§ Stored data:
■ ■ ■ ■
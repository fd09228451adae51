import { offerOf } from '../count/offer.ts';
import { type Left } from '../count/places.ts';
import { type Base } from './instruct/resolve.ts';
import { sumOf, type Unit } from './work/units.ts';

/** A counted line of the piece as far as it is read, for what comes after it. */
export interface ReadSoFar {
  readonly from: number | null;
  readonly to: number | null;
  readonly units: readonly Unit[];
  readonly base: number | null;
  readonly loops: 'both' | 'back' | 'front';
  readonly said: number | null;
  /** Whether the reading is uncertain, or stands on one that is. */
  readonly isDoubtful: boolean;
  /** Whether its total left out the chains inside a group; null where it tells nothing of that. */
  readonly leavesOutInside: boolean | null;
  /** What the count says that the line leaves; null where it was not understood. */
  readonly left: Left | null;
  readonly verdict: 'agrees' | 'differs' | 'does-not-fit' | 'unread' | 'no-total';
}

/** What the words of the first line after a chain tell about where it begins and how far it goes. */
export interface ChainStart {
  readonly chains: number;
  readonly isJoined: boolean;
  readonly bothSides: boolean;
  /** `third chain from the hook`. */
  readonly nth: number | null;
}

/** The places that a starting chain offers. */
export function basesOnChain({ chains, isJoined, bothSides, nth }: ChainStart): readonly Base[] {
  if (isJoined)
    return [
      { n: chains, cost: 0 },
      { n: chains - 1, cost: 1 },
    ];
  const around = 2 * (chains - 1) - 1;
  const along = nth === null ? chains - 1 : chains - nth + 1;
  const bases: Base[] = [
    { n: along, cost: 0 },
    { n: along + 1, cost: nth !== null && nth > 2 ? 0.1 : 1.2 },
    { n: chains - 2, cost: nth === null ? 0.5 : 1 },
    { n: chains - 3, cost: 1.4 },
    { n: around, cost: bothSides ? 0 : 1 },
    { n: 1, cost: 1.6 },
  ];
  return distinct(
    bothSides ? [{ n: around, cost: 0 }, ...bases.map((base) => ({ ...base, cost: base.cost + 1 }))] : bases,
  );
}

/** The places that a line leaves, the likeliest first: its stitches and chains, its stitches, its spaces and gaps. */
export function basesAfter(line: ReadSoFar, namesSpaces: boolean): readonly Base[] {
  const { makes } = sumOf(line.units);
  const bases: Base[] = [];
  if (line.verdict === 'unread') return line.said === null ? [] : [{ n: line.said, cost: 0 }];
  if (line.verdict === 'does-not-fit') {
    if (line.said !== null) bases.push({ n: line.said, cost: 0 });
    bases.push({ n: makes, cost: line.said === null ? 0 : 0.6 });
    return distinct(bases);
  }
  if (line.left === null) return distinct([{ n: makes, cost: 0 }]);
  const offer = offerOf(line.left);
  const { stitches, stitchesAndChains, corners, groups } = offer;
  const outer = offer.spaces - corners;
  const extra = namesSpaces ? 0 : 0.5;
  bases.push({ n: stitchesAndChains, cost: 0 });
  if (line.verdict === 'differs' && line.said !== null) bases.push({ n: line.said, cost: 0.5 });
  if (corners > 0)
    bases.push(
      { n: stitchesAndChains + corners, cost: 0.2 + extra },
      { n: corners, cost: 0.4 + extra },
      { n: offer.spaces, cost: 0.4 + extra },
    );
  if (outer > 0)
    bases.push({ n: stitches, cost: 0.9 }, { n: outer, cost: 0.5 + extra }, { n: offer.stitchesAndSpaces, cost: 0.6 });
  if (groups > 1)
    bases.push(
      { n: groups, cost: 0.7 + extra },
      { n: groups + 1, cost: 0.8 + extra },
      { n: offer.gaps + corners, cost: 0.5 + extra },
      { n: offer.gaps, cost: 0.6 + extra },
      { n: groups + corners, cost: 0.6 + extra },
      { n: 2 * groups, cost: 0.9 + extra },
      { n: groups - 1, cost: 1 + extra },
      { n: groups + 2, cost: 1 + extra },
    );
  return distinct(bases);
}

function distinct(bases: readonly Base[]): readonly Base[] {
  const best = new Map<number, number>();
  for (const base of bases) if (base.n > 0) best.set(base.n, Math.min(base.cost, best.get(base.n) ?? Infinity));
  return [...best].map(([n, cost]) => ({ n, cost })).sort((a, b) => a.cost - b.cost);
}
■ ■ ■ ■
§ EXERCISE: Copy the entries word for word. Start at the first line and end with the line containing "export interface ReadSoFar".

§ ANSWER TO THIS TASK:
repository fd09228451adae51
import { offerOf } from '../count/offer.ts';
import { type Left } from '../count/places.ts';
import { type Base } from './instruct/resolve.ts';
import { sumOf, type Unit } from './work/units.ts';

/** A counted line of the piece as far as it is read, for what comes after it. */
export interface ReadSoFar {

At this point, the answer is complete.